To link the occasional blister with a brain-eating disease like Alzheimer's seems a bit sketchy, but will be easier to understand if we take a look at how these two work.

Once the herpes simplex virus gets in, it enters the cells and tries to replicate, causing the death of the cells. The immune system battles with the virus, but cannot eradicate it completely. Instead, the virus reaches the ganglia - tightly packed cluster of nerve tissues, in case of HSV -1 the trigeminal ganglia. The trigeminal ganglia is located in the brain, and is the biggest and most complex of the cranial nerves. Here, it injects its genetic material in the nerve cell nucleus, and lies in a dormant state till it reactivates.

HSV - 1 is also capable of crossing into the brain and infecting it. The infection, called herpes simplex encephalitis, alters the electrical activity of the brain, resulting in confusion, behavioral abnormalities, and neurological damage. It is also known to affect similar areas of the brain as Alzheimer's.
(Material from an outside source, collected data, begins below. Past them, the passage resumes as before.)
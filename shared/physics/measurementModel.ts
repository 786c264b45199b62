/**
 * From rows (labels or waveplate angles) to the analysed product states |ψ_k⟩ = ⊗_i |a_k,i⟩,
 * so that each row measures the rank-one projector P_k = |ψ_k⟩⟨ψ_k| (physics contract §1–2).
 *
 * Label rows on an arm with calibrated plates use the angles of the setting sheet for that
 * calibration (what a student sets when following the sheet) and the projector computed
 * from them, not the ideal letter state.
 */
import type { ArmAngles, CountsRow, Handedness, Letter, SetupConventions } from "./types";
import { DEFAULT_HANDEDNESS, letterState, parseLabel } from "./states";
import { analyserState } from "./waveplates";
import { angleTable, MAX_PHOTONS, transmittedLetter } from "./settings";
import type { AnalyserAngles } from "./analyserAngles";
import type { CMatrix, CVector } from "./linalg/complexMatrix";

export interface MeasurementModel {
  photons: number;
  dimension: number;
  rows: number;
  /** Single-photon analysed states, index (k·photons + i)·2 + component. */
  singleRe: Float64Array;
  singleIm: Float64Array;
  /** Product states |ψ_k⟩, index k·dimension + basis index. */
  psiRe: Float64Array;
  psiIm: Float64Array;
}

/** Photon number of a row's setting. */
export function settingPhotons(setting: CountsRow["setting"]): number {
  return typeof setting === "string" ? setting.trim().length : setting.length;
}

export function buildModel(settings: readonly CountsRow["setting"][], conventions: SetupConventions = {}): MeasurementModel {
  if (settings.length === 0) throw new Error("no rows to reconstruct from");
  const photons = settingPhotons(settings[0]);
  if (photons < 1 || photons > MAX_PHOTONS) throw new Error(`row 1: a setting must name 1 … ${MAX_PHOTONS} photons, got ${photons}`);
  const handedness: Handedness = conventions.handedness ?? DEFAULT_HANDEDNESS;
  const d = 2 ** photons;
  const k = settings.length;
  const singleRe = new Float64Array(k * photons * 2);
  const singleIm = new Float64Array(k * photons * 2);
  const tables: (Map<Letter, AnalyserAngles> | null)[] = [];
  const tableFor = (arm: number) => {
    if (tables[arm] === undefined) {
      const cal = conventions.calibration?.[arm];
      tables[arm] = cal && isNonTrivial(cal) ? angleTable(handedness, cal) : null;
    }
    return tables[arm];
  };

  settings.forEach((setting, row) => {
    if (settingPhotons(setting) !== photons) {
      throw new Error(`row ${row + 1}: setting names ${settingPhotons(setting)} photon(s) but row 1 names ${photons}`);
    }
    const letters = typeof setting === "string" ? parseRowLabel(setting, row) : null;
    for (let arm = 0; arm < photons; arm++) {
      const state = letters
        ? labelArmState(letters[arm], arm, handedness, conventions, tableFor(arm))
        : angleArmState((setting as ArmAngles[])[arm], arm, row, conventions);
      const o = (row * photons + arm) * 2;
      singleRe[o] = state.re[0];
      singleRe[o + 1] = state.re[1];
      singleIm[o] = state.im[0];
      singleIm[o + 1] = state.im[1];
    }
  });
  const { psiRe, psiIm } = productStates(singleRe, singleIm, k, photons);
  return { photons, dimension: d, rows: k, singleRe, singleIm, psiRe, psiIm };
}

function parseRowLabel(label: string, row: number): Letter[] {
  try {
    return parseLabel(label);
  } catch (e) {
    throw new Error(`row ${row + 1}, field "setting": ${(e as Error).message}`);
  }
}

function labelArmState(
  letter: Letter,
  arm: number,
  handedness: Handedness,
  conventions: SetupConventions,
  table: Map<Letter, AnalyserAngles> | null,
): CVector {
  if (!table) return letterState(letter, handedness);
  const { letter: turned, reflected } = transmittedLetter(letter, conventions.bothPorts?.[arm] ?? false);
  const angles = table.get(turned)!;
  return analyserState({ ...angles, port: reflected ? "reflected" : "transmitted" }, conventions.calibration![arm]);
}

function angleArmState(angles: ArmAngles | undefined, arm: number, row: number, conventions: SetupConventions): CVector {
  if (!angles || !Number.isFinite(angles.qwpDeg) || !Number.isFinite(angles.hwpDeg)) {
    throw new Error(`row ${row + 1}: photon ${arm + 1} needs finite QWP and HWP angles`);
  }
  return analyserState(angles, conventions.calibration?.[arm] ?? {});
}

function isNonTrivial(cal: NonNullable<SetupConventions["calibration"]>[number]): boolean {
  return [cal.qwp?.fastAxisOffsetDeg, cal.qwp?.retardanceErrorDeg, cal.hwp?.fastAxisOffsetDeg, cal.hwp?.retardanceErrorDeg].some(
    (x) => x !== undefined && x !== 0,
  );
}

function productStates(sr: Float64Array, si: Float64Array, k: number, photons: number) {
  const d = 2 ** photons;
  const psiRe = new Float64Array(k * d);
  const psiIm = new Float64Array(k * d);
  for (let row = 0; row < k; row++) {
    for (let b = 0; b < d; b++) {
      let re = 1;
      let im = 0;
      for (let arm = 0; arm < photons; arm++) {
        const bit = (b >> (photons - 1 - arm)) & 1;
        const o = (row * photons + arm) * 2 + bit;
        const nr = re * sr[o] - im * si[o];
        im = re * si[o] + im * sr[o];
        re = nr;
      }
      psiRe[row * d + b] = re;
      psiIm[row * d + b] = im;
    }
  }
  return { psiRe, psiIm };
}

/**
 * The same rows written in another orthonormal basis: |ψ_k⟩ → U†|ψ_k⟩ with U's columns the new
 * basis vectors. Expectations are unchanged: ⟨ψ|U σ′ U†|ψ⟩ = ⟨U†ψ|σ′|U†ψ⟩. Only the product
 * vectors are rotated (the single-photon states keep the original basis).
 */
export function inBasis(model: MeasurementModel, u: CMatrix): MeasurementModel {
  const rotated = { ...model, psiRe: new Float64Array(model.rows * model.dimension), psiIm: new Float64Array(model.rows * model.dimension) };
  inBasisInto(model, u, rotated);
  return rotated;
}

/** inBasis into caller-owned arrays (out.psiRe, out.psiIm of length rows × dimension). */
export function inBasisInto(model: MeasurementModel, u: CMatrix, out: { psiRe: Float64Array; psiIm: Float64Array }): void {
  const d = model.dimension;
  const { psiRe, psiIm } = out;
  for (let k = 0; k < model.rows; k++) {
    const o = k * d;
    for (let j = 0; j < d; j++) {
      // (U†ψ)_j = Σ_i conj(U_ij) ψ_i
      let re = 0;
      let im = 0;
      for (let i = 0; i < d; i++) {
        const ur = u.re[i * d + j], ui = u.im[i * d + j];
        const pr = model.psiRe[o + i], pi = model.psiIm[o + i];
        re += ur * pr + ui * pi;
        im += ur * pi - ui * pr;
      }
      psiRe[o + j] = re;
      psiIm[o + j] = im;
    }
  }
}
Now, let's take a look at how Alzheimer's works -

In Alzheimer's, the brain loses its mass - nerve cells, synapses, and brain tissue are destroyed. Pieces of Beta-amyloid, a protein from the fatty membrane surrounding the nerve cells, are found in clumps, called plaques - the hallmark of Alzheimer's. The nerve cells also have neurofibrillary tangles made of tau proteins. This buildup of plaques and tangles interrupt the signaling of synapses, availability of nutrients, and ultimately leads to the destruction of brain tissue.

These evidences, though circumstantial, have some major implications - common viruses like HPV - 1, cytomegalovirus, etc. may, in fact, be the root cause of Alzheimer's. The findings also strengthen the long-held belief that the cold sores virus is an important risk factor for developing Alzheimer's disease.

Disclaimer: This HealthHearty article is for informative purposes only, and should not be replaced for the advice of a medical professional.